[Records to process]
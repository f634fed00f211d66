namespace Helipol.Tests;

/// <summary>Locations the tests read from: the copied data folder and the repository's designs.</summary>
internal static class TestPaths
{
    public static string Data => Path.Combine(AppContext.BaseDirectory, "data");

    public static string RepositoryRoot
    {
        get
        {
            var dir = new DirectoryInfo(AppContext.BaseDirectory);
            while (dir is not null && !File.Exists(Path.Combine(dir.FullName, "Helipol.sln"))) dir = dir.Parent;
            return dir?.FullName ?? throw new InvalidOperationException("Helipol.sln not found above the test folder");
        }
    }

    public static string Designs => Path.Combine(RepositoryRoot, "designs");

    public static IEnumerable<string> DemoDesigns => Directory.GetFiles(Designs, "*.yaml").OrderBy(p => p, StringComparer.Ordinal);

    /// <summary>Demo design file names, for [MemberData] theories.</summary>
    public static TheoryData<string> DemoDesignNames()
    {
        var data = new TheoryData<string>();
        foreach (var d in DemoDesigns) data.Add(Path.GetFileName(d));
        return data;
    }

    public static string NewTempFolder()
    {
        var path = Path.Combine(Path.GetTempPath(), "helipol-tests-" + Guid.NewGuid().ToString("N"));
        Directory.CreateDirectory(path);
        return path;
    }
}
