def render_text(report: Report, color: bool = False) -> str:
    """The report as the terminal table the command line prints (worst checks first, verdict, cautions)."""
    from .report.terminal import render

    return render(report, color=color)


def sweep_seeds(*args, **kwargs):
    """The seed sweep; see :func:`rngassay.seeds.sweep.sweep_seeds` (same arguments, returns a Report)."""
    from .seeds.sweep import sweep_seeds as _sweep

    return _sweep(*args, **kwargs)


class _MemorySource(RawSource):
    """Values already read into memory, served again before the rest of the source."""

    def __init__(self, inner: Stream, vals: np.ndarray):
        super().__init__(inner.source.name)
        self.kind = inner.source.kind
        self.inner = inner
        self.vals = vals
        self.values_total = int(vals.size)

    @property
    def where(self) -> str:
        return self.inner.source.where


class _MemoryStream(Stream):
    """A stream whose first values were read ahead (to validate and size them); the rest follows."""

    def __init__(self, inner: Stream, vals: np.ndarray):
        self.source = _MemorySource(inner, vals)
        self.fmt = inner.fmt
        self.values_read = 0
        self._inner = inner
        self._pos = 0

    @property
    def bytes_read(self) -> int:  # type: ignore[override]
        return self._inner.bytes_read

    @property
    def ended(self) -> bool:  # type: ignore[override]
        return self._pos >= self.source.vals.size and self._inner.ended

    @property
    def unlimited(self) -> bool:
        return self._inner.unlimited

    def read_values(self, n: int) -> np.ndarray:
        out = self.source.vals[self._pos : self._pos + n]
        self._pos += out.size
        if out.size < n and not self._inner.ended:
            more = self._inner.read_values(n - out.size)
            out = np.concatenate([out, more]) if out.size else more
        self.values_read += out.size
        return out

    def info(self):
        info = self._inner.info()
        info.format = self.fmt.describe()  # names the grid found when the values were read whole
        return info

    def close(self) -> None:
        self._inner.close()


def _read_ahead(size: int | None, explicit: bool, budget_bytes: int, f, plan_only: bool) -> bool:
    """Whether a finite binary source is read into memory before planning (see :func:`assay`): the same
    rule for a pipe, FIFO or device as for a file, so the same bytes give the same report; never more
    than BUFFER_LIMIT (or the default budget when the length is unknown and no budget is given)."""
    if size is None and not explicit:
        return True  # unknown length, no budget: read up to the default budget to learn it
    return budget_bytes <= BUFFER_LIMIT and not plan_only
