import { Link, useLocalSearchParams } from 'expo-router';
import { Text } from 'react-native';
import { AppFrame } from '@/components/layout/AppFrame';
import { GeneratorWorkbench } from '@/components/generators/GeneratorWorkbench';
import { theme } from '@/components/ui';
import { getGenerator } from '@/shared/generators';

export default function GeneratorScreen() {
  const { id } = useLocalSearchParams<{ id: string }>();
  const generator = typeof id === 'string' ? getGenerator(id) : undefined;
  if (!generator) {
    return (
      <AppFrame title="No such generator">
        <Text style={theme.body}>There is no generator called “{String(id)}”.</Text>
        <Link href="/generators" style={theme.link}>
          See all generators
        </Link>
      </AppFrame>
    );
  }
  return (
    <AppFrame title={generator.title}>
      <Link href="/generators" style={theme.link}>
        ‹ All generators
      </Link>
      <Text style={theme.body}>{generator.description}</Text>
      <GeneratorWorkbench key={generator.id} generator={generator} />
    </AppFrame>
  );
}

[Activity] The records above must be written out again exactly.

[Expected output]
repository f634fed00f211d66
namespace Helipol.Tests;

/// <summary>Locations the tests read from: the copied data folder and the repository's designs.</summary>
internal static class TestPaths
{
    public static string Data => Path.Combine(AppContext.BaseDirectory, "data");

    public static string RepositoryRoot
    {
        get
        {
            var dir = new DirectoryInfo(AppContext.BaseDirectory);
            while (dir is not null && !File.Exists(Path.Combine(dir.FullName, "Helipol.sln"))) dir = dir.Parent;
            return dir?.FullName ?? throw new InvalidOperationException("Helipol.sln not found above the test folder");
        }
    }

    public static string Designs => Path.Combine(RepositoryRoot, "designs");

    public static IEnumerable<string> DemoDesigns => Directory.GetFiles(Designs, "*.yaml").OrderBy(p => p, StringComparer.Ordinal);

    /// <summary>Demo design file names, for [MemberData] theories.</summary>
    public static TheoryData<string> DemoDesignNames()
    {
        var data = new TheoryData<string>();
        foreach (var d in DemoDesigns) data.Add(Path.GetFileName(d));
        return data;
    }

    public static string NewTempFolder()
    {
        var path = Path.Combine(Path.GetTempPath(), "helipol-tests-" + Guid.NewGuid().ToString("N"));
        Directory.CreateDirectory(path);
        return path;
    }
}
def render_text(report: Report, color: bool = False) -> str:
    """The report as the terminal table the command line prints (worst checks first, verdict, cautions)."""
    from .report.terminal import render

    return render(report, color=color)


def sweep_seeds(*args, **kwargs):
    """The seed sweep; see :func:`rngassay.seeds.sweep.sweep_seeds` (same arguments, returns a Report)."""
    from .seeds.sweep import sweep_seeds as _sweep

    return _sweep(*args, **kwargs)


class _MemorySource(RawSource):
    """Values already read into memory, served again before the rest of the source."""

    def __init__(self, inner: Stream, vals: np.ndarray):
        super().__init__(inner.source.name)
        self.kind = inner.source.kind
        self.inner = inner
        self.vals = vals
        self.values_total = int(vals.size)

    @property
    def where(self) -> str:
        return self.inner.source.where


class _MemoryStream(Stream):
    """A stream whose first values were read ahead (to validate and size them); the rest follows."""

    def __init__(self, inner: Stream, vals: np.ndarray):
        self.source = _MemorySource(inner, vals)
        self.fmt = inner.fmt
        self.values_read = 0
        self._inner = inner
        self._pos = 0

    @property
    def bytes_read(self) -> int:  # type: ignore[override]
        return self._inner.bytes_read

    @property
    def ended(self) -> bool:  # type: ignore[override]
        return self._pos >= self.source.vals.size and self._inner.ended

    @property
    def unlimited(self) -> bool:
        return self._inner.unlimited

    def read_values(self, n: int) -> np.ndarray:
        out = self.source.vals[self._pos : self._pos + n]
        self._pos += out.size
        if out.size < n and not self._inner.ended:
            more = self._inner.read_values(n - out.size)
            out = np.concatenate([out, more]) if out.size else more
        self.values_read += out.size
        return out

    def info(self):
        info = self._inner.info()
        info.format = self.fmt.describe()  # names the grid found when the values were read whole
        return info

    def close(self) -> None:
        self._inner.close()


def _read_ahead(size: int | None, explicit: bool, budget_bytes: int, f, plan_only: bool) -> bool:
    """Whether a finite binary source is read into memory before planning (see :func:`assay`): the same
    rule for a pipe, FIFO or device as for a file, so the same bytes give the same report; never more
    than BUFFER_LIMIT (or the default budget when the length is unknown and no budget is given)."""
    if size is None and not explicit:
        return True  # unknown length, no budget: read up to the default budget to learn it
    return budget_bytes <= BUFFER_LIMIT and not plan_only
import { Link, useLocalSearchParams } from 'expo-router';
import { Text } from 'react-native';
import { AppFrame } from '@/components/layout/AppFrame';
import { GeneratorWorkbench } from '@/components/generators/GeneratorWorkbench';
import { theme } from '@/components/ui';
import { getGenerator } from '@/shared/generators';

export default function GeneratorScreen() {
  const { id } = useLocalSearchParams<{ id: string }>();
  const generator = typeof id === 'string' ? getGenerator(id) : undefined;
  if (!generator) {
    return (
      <AppFrame title="No such generator">
        <Text style={theme.body}>There is no generator called “{String(id)}”.</Text>
        <Link href="/generators" style={theme.link}>
          See all generators
        </Link>
      </AppFrame>
    );
  }
  return (
    <AppFrame title={generator.title}>
      <Link href="/generators" style={theme.link}>
        ‹ All generators
      </Link>
      <Text style={theme.body}>{generator.description}</Text>
      <GeneratorWorkbench key={generator.id} generator={generator} />
    </AppFrame>
  );
}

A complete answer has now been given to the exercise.